Maurício Chades atualmente cursa o Master in Fine Arts na School of the Art Institute of Chicago. Seus curtas foram exibidos em diversos festivais no Brasil e no exterior. Ele também participou do coletivo Ninho de pesquisa em Arte, Interatividade e Agroecologia. Sua primeira exibição solo ocorreu na Torre de TV Digital, em Brasília. Neste ano, um dos curtas participa do Cinema Urbana que acontece em agosto, também em Brasília.

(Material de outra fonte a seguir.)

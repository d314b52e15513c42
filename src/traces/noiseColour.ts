/** Noise that is not white: how much wider its correlation makes a linear estimate, from the residuals themselves. */
import { laggedProducts } from '../numeric/fourier.ts';

export interface NoiseCorrelation {
  /** ρ(l) for l = 0 … lags, tapered (Parzen); ρ(0) = 1. */
  readonly correlation: Float64Array;
  /** Residuals that it rests on. */
  readonly count: number;
}

/** The correlation is taken from this many residuals at the most, of the middle of the record. */
const MOST = 65_536;

/** Parzen's taper, which leaves no variance negative. Source: Priestley, Spectral Analysis and Time Series (1981) 6.2.3, from memory. */
export const parzen = (u: number): number => (u <= 0.5 ? 1 - 6 * u * u * (1 - u) : 2 * (1 - u) ** 3);

/**
 * Autocorrelation of the residuals up to `lags` samples; those that were left out count for nothing.
 * Valid: samples evenly spaced, or nearly so.
 */
export function noiseCorrelation(residuals: Float64Array, use: Uint8Array | undefined, lags: number): NoiseCorrelation {
  const n = Math.min(residuals.length, MOST);
  const from = (residuals.length - n) >> 1;
  const r = residuals.slice(from, from + n);
  const ones = Float64Array.from({ length: n }, (_, i) => (use === undefined || use[from + i] !== 0 ? 1 : 0));
  for (let i = 0; i < n; i++) if (ones[i] === 0) r[i] = 0;
  const most = Math.max(0, Math.min(lags, Math.floor(n / 4)));
  const products = laggedProducts(r, most);
  const pairs = laggedProducts(ones, most);
  const variance = products[0]! / Math.max(1, pairs[0]!);
  return {
    correlation: Float64Array.from(products, (sum, l) => (l === 0 ? 1 : variance > 0 && pairs[l]! > 0.5 ? (parzen(l / (most + 1)) * sum) / pairs[l]! / variance : 0)),
    count: pairs[0]!,
  };
}

/** What a factor is worth that chance alone would make of white noise: so many of its own u. */
const BY_CHANCE = 2;
/** No correlation makes an estimate more certain than this part of its variance. */
const LEAST = 0.05;

/**
 * Variance of Σ w_i x_i with the correlation over that with white noise as strong: 1 + 2 Σ ρ(l) Σ_i w_i w_{i+l}/Σ w².
 * 1 where the difference is no more than white noise itself would show. `kept`: what the fit leaves of it on the average (fittedAway.ts).
 *
 * Source: variance of a sum of correlated values (GUM 5.2.2); u of the sum by Bartlett's formula for white noise, var ρ(l) = 1/n (from memory).
 */
export function varianceFactor({ correlation, count }: NoiseCorrelation, weights: Float64Array, kept = 1): number {
  const lags = Math.min(correlation.length - 1, weights.length - 1);
  if (lags < 1) return 1;
  const products = laggedProducts(weights, lags);
  const whole = products[0]!;
  if (!(whole > 0)) return 1;
  let [factor, chance] = [1, 0];
  for (let l = 1; l <= lags; l++) {
    const part = (2 * products[l]!) / whole;
    factor += part * correlation[l]!;
    chance += (part * parzen(l / correlation.length)) ** 2 / count;
  }
  const corrected = factor / kept;
  return Math.abs(corrected - 1) < (BY_CHANCE * Math.sqrt(chance)) / kept ? 1 : Math.max(LEAST, corrected);
}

POLUIÇÃO LUMINOSA – O exercício de imaginar mundos possíveis em que o natural e o artificial se encontram acaba por atravessar uma série de questões socioambientais e culturais. Entre os temas que perpassam o trabalho de Maurício, é possível citar a relação da sociedade de consumo com a morte, a interação entre seres humanos e demais espécies e o conflito entre floresta, campo e cidade.

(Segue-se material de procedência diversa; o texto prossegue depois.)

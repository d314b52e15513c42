/** Samples that tell nothing of the swing: at the end of the sensor's range, struck by a spike, or in a stretch that is left out. */
import { solveSymmetric } from '../numeric/linearAlgebra.ts';
import { extentOf } from '../numeric/samples.ts';

/** From one time to another, s; both ends belong to it. */
export interface Span {
  readonly from: number;
  readonly to: number;
}

/** Samples in a row at the end of the range that make it an end. */
const FEWEST_AT_END = 3;

/** The least step between two values that differ, of the neighbours in the record; 0 where all are the same. */
export function leastStep(x: Float64Array): number {
  let least = Infinity;
  for (let i = 1; i < x.length; i++) {
    const step = Math.abs(x[i]! - x[i - 1]!);
    if (step > 0 && step < least) least = step;
  }
  return Number.isFinite(least) ? least : 0;
}

/**
 * Runs of samples at the greatest or least value of the record whose neighbours lie clearly off it: the swing went on beyond.
 * The turn of a coarsely read swing stands on its last division too, but comes to it by one step.
 *
 * Valid: samples in order.
 */
export function clippedSpans(t: Float64Array, x: Float64Array): readonly Span[] {
  const [low, high] = extentOf(x);
  if (!(high > low)) return [];
  const step = leastStep(x);
  return [low, high].flatMap((end) => {
    const runs = runsAt(x, end);
    let [far, edges] = [0, 0];
    for (const [from, to] of runs) for (const beside of [from - 1, to + 1]) {
      const value = x[beside];
      if (value === undefined) continue;
      edges += 1;
      if (Math.abs(value - end) > 1.5 * step) far += 1;
    }
    return far * 2 > edges ? runs.map(([from, to]) => ({ from: t[from]!, to: t[to]! })) : [];
  }).sort((a, b) => a.from - b.from);
}

/** Runs at a value, of FEWEST_AT_END samples or more; first and last index. */
function runsAt(x: Float64Array, value: number): readonly (readonly [number, number])[] {
  const runs: (readonly [number, number])[] = [];
  for (let i = 0; i < x.length; i++) {
    if (x[i] !== value) continue;
    const from = i;
    while (i + 1 < x.length && x[i + 1] === value) i += 1;
    if (i - from + 1 >= FEWEST_AT_END) runs.push([from, i]);
  }
  return runs;
}

/** Samples that the usual deviation is taken from. */
const LOOKED_AT = 40_000;
/** A sample this many usual deviations off a curve through its neighbours is a spike; by chance of normal noise once in 10¹². */
const SPIKE = 8;
/** Of samples so close in a row that stand off, the whole run is one spike. */
const LONGEST_SPIKE = 40;

/** Samples on either side of a run that is looked at again. */
const BESIDE = 6;
/** A sample of a spike is off the curves from both sides by this part of what made it suspect. */
const OFF_BOTH = 0.5;

/** A strike bends the record without a spike: each sample goes on from one side or from the other. */
function isKink(t: Float64Array, x: Float64Array, from: number, to: number, off: (i: number) => number): boolean {
  if (from < BESIDE || to + BESIDE >= x.length) return false;
  let most = 0;
  for (let i = from; i <= to; i++) most = Math.max(most, Math.abs(off(i)));
  const [before, after] = [parabola(t, x, from - BESIDE), parabola(t, x, to + 1)];
  for (let i = from; i <= to; i++) if (Math.min(Math.abs(x[i]! - before(t[i]!)), Math.abs(x[i]! - after(t[i]!))) > OFF_BOTH * most) return false;
  return true;
}

/** The least-squares parabola through `BESIDE` samples from one on. */
function parabola(t: Float64Array, x: Float64Array, first: number): (time: number) => number {
  const middle = (t[first]! + t[first + BESIDE - 1]!) / 2;
  const half = (t[first + BESIDE - 1]! - t[first]!) / 2 || 1;
  const normal = [[0, 0, 0], [0, 0, 0], [0, 0, 0]];
  const right = [0, 0, 0];
  for (let i = first; i < first + BESIDE; i++) {
    const s = (t[i]! - middle) / half;
    const row = [1, s, s * s];
    row.forEach((a, j) => {
      right[j]! += a * x[i]!;
      row.forEach((b, k) => (normal[j]![k]! += a * b));
    });
  }
  const solved = solveSymmetric(normal, right);
  const [a, b, c] = solved.status === 'solved' ? solved.x : [x[first]!, 0, 0];
  return (time) => {
    const s = (time - middle) / half;
    return a! + s * (b! + s * c!);
  };
}

/**
 * Isolated samples, or short runs of them, off the cubic through two neighbours on each side.
 *
 * Valid: several samples a period; of uneven times the test is coarser. Source: fourth difference of the record, its scale by the median.
 */
export function spikeSpans(t: Float64Array, x: Float64Array): readonly Span[] {
  const n = x.length;
  if (n < 20) return [];
  const off = (i: number): number => x[i]! - (4 * (x[i - 1]! + x[i + 1]!) - x[i - 2]! - x[i + 2]!) / 6;
  const every = Math.max(1, Math.floor(n / LOOKED_AT));
  const sizes: number[] = [];
  for (let i = 2; i < n - 2; i += every) sizes.push(Math.abs(off(i)));
  sizes.sort((a, b) => a - b);
  // Of values on few divisions more than half of the differences may be 0.
  const usual = Math.max(1.4826 * sizes[sizes.length >> 1]!, leastStep(x) / 2);
  if (!(usual > 0)) return [];
  const marked: number[] = [];
  for (let i = 2; i < n - 2; i++) if (Math.abs(off(i)) > SPIKE * usual) marked.push(i);
  const spans: Span[] = [];
  for (let k = 0; k < marked.length; k++) {
    const from = marked[k]!;
    while (k + 1 < marked.length && marked[k + 1]! - marked[k]! <= 3) k += 1;
    const to = marked[k]!;
    // A run as long as that is no spike: noise of another size, or a step.
    if (to - from <= LONGEST_SPIKE && !isKink(t, x, from, to, off)) spans.push({ from: t[from]!, to: t[to]! });
  }
  return spans;
}

/** 1 for samples to be used, 0 for those within a span. */
export function maskOf(t: Float64Array, spans: readonly Span[]): Uint8Array {
  const use = new Uint8Array(t.length).fill(1);
  for (const { from, to } of spans) {
    let [low, high] = [0, t.length];
    while (low < high) {
      const middle = (low + high) >> 1;
      if (t[middle]! < from) low = middle + 1;
      else high = middle;
    }
    for (let i = low; i < t.length && t[i]! <= to; i++) use[i] = 0;
  }
  return use;
}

O pesquisador entende que a tecnologia em si não é algo ruim, mas seu uso inadequado e excessivo pode causar danos à natureza. E que o mesmo princípio vale para a presença humana, que pode ser benéfica ao meio ambiente. “Se utilizadas adequadamente, não vejo problema em integrar tecnologias eletrônicas e digitais à natureza. As relações humanas com a natureza também não precisam se basear no extrativismo, que esgota recursos de um lugar. Em um sistema sintrópico, por exemplo, os seres humanos podem ajudar a produzir água e nutrientes ao estimular a interação de diferentes espécies”, pontua Chades.
No filme Juca, gravado no local com os vizinhos, o problema da poluição luminosa aparece quando o grupo precisa pedalar cada vez mais longe para conseguir ver as estrelas. “No Urubu, isso passou a acontecer depois da instalação dos postes de luz”, lembra. “Pode parecer trivial frente a outros tipos de poluição que causam impactos mais evidentes, mas pesquisas recentes mostram que os efeitos do fim da noite são devastadores”, garante. “Nesse sentido, a relevância do meu trabalho está em introduzir um tema pouco debatido e criar consciência sobre ele por meio da experiência estética.”

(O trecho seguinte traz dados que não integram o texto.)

"""One line of a table file cut into cells: quotation marks as in CSV (RFC 4180), comments behind a blank, in linear time."""

from __future__ import annotations

import csv
import re

MARKS = (" #", " %", " !", "\t#")
"""What begins a comment behind the cells."""
_QUOTED = re.compile(r'"([^"]*)"|(\S+)')
_DECIMAL = re.compile(r"[+-]?(\d+([.,]\d*)?|[.,]\d+)([eEdD][+-]?\d+)?", re.ASCII)


class QuoteError(ValueError):
    """Quotation marks that do not enclose a cell."""


def separator_of(row: str) -> str | None:
    """Return what stands between the cells of a row outside quotation marks: a tab, else `;`, else `,`; None for blanks."""
    outside = "".join(row.split('"')[::2])
    return next((mark for mark in ("\t", ";", ",") if mark in outside), None)


def cells_of(row: str, separator: str | None) -> list[str]:
    """Return the cells of a row without quotation marks and blanks around them; QuoteError where marks are odd."""
    if '"' not in row:
        row = _before_comment(row)
        return row.split() if separator is None else [cell.strip() for cell in row.split(separator)]
    row = _plain(row)
    if separator is None:
        return [quoted or bare for quoted, bare in _QUOTED.findall(row)]
    try:
        return [cell.strip() for cell in next(csv.reader([row], delimiter=separator, skipinitialspace=True, strict=True))]
    except csv.Error as error:
        raise QuoteError(str(error)) from None


def looks_like_number(cell: str) -> bool:
    """Say whether a cell is a number, one with a decimal comma included."""
    return _DECIMAL.fullmatch(cell) is not None


def _before_comment(text: str) -> str:
    for mark in MARKS:
        text = text.split(mark, 1)[0]
    return text


def _plain(row: str) -> str:
    """Return a row without its comment and without blanks behind closing quotation marks."""
    pieces = row.split('"')
    kept = []
    for number, piece in enumerate(pieces):
        if number % 2:
            kept.append(piece)
            continue
        content = _before_comment(piece)
        kept.append(content.lstrip(" ") if number else content)
        if content != piece:
            break
    if len(kept) % 2 == 0:
        raise QuoteError("a quotation mark is not closed")
    return '"'.join(kept)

Chades chama atenção para o fato de que o excesso de luz artificial pode privar o ser humano de uma experiência de vida saudável em que a escuridão é necessária do ponto de vista não só biológico, mas mitológico. O excesso de luz artificial pode alterar a temperatura do ambiente e o comportamento de espécies, o que pode afetar o clima e desequilibrar ecossistemas. Porém, para além disso, o excesso de luz pode nos afastar de algo essencialmente humano que é a capacidade de perceber a vida como parte de algo maior, de se imaginar parte de um universo infinito.
A astrônoma Tânia Dominici, do Laboratório Nacional de Astrofísica, reforça que o excesso de luz atrapalha a vida dos animais que se guiam pelo brilho das estrelas. Caso dos pássaros na fase migratória e de filhotes de tartarugas que, ao sair dos ovos, se guiam à noite pela luz das estrelas refletidas no mar. Em relação à saúde humana, se ficarmos expostos à iluminação artificial ao longo da noite, nosso corpo produz menos melatonina e já acordamos cansados. Na astronomia, a poluição luminosa atrapalha a visibilidade dos corpos celestes.
“Da mesma maneira que outras formas de intoxicação, a poluição luminosa amortece os sentidos. O fim da noite sinaliza um ensimesmamento. Não estamos vendo mais claro, estamos vendo mais perto. Os postes colocados para iluminar nossas estradas, por exemplo, podem nos impedir de ver muito mais longe e então nos separar de nossa presença cósmica”, observa o artista, de forma crítica.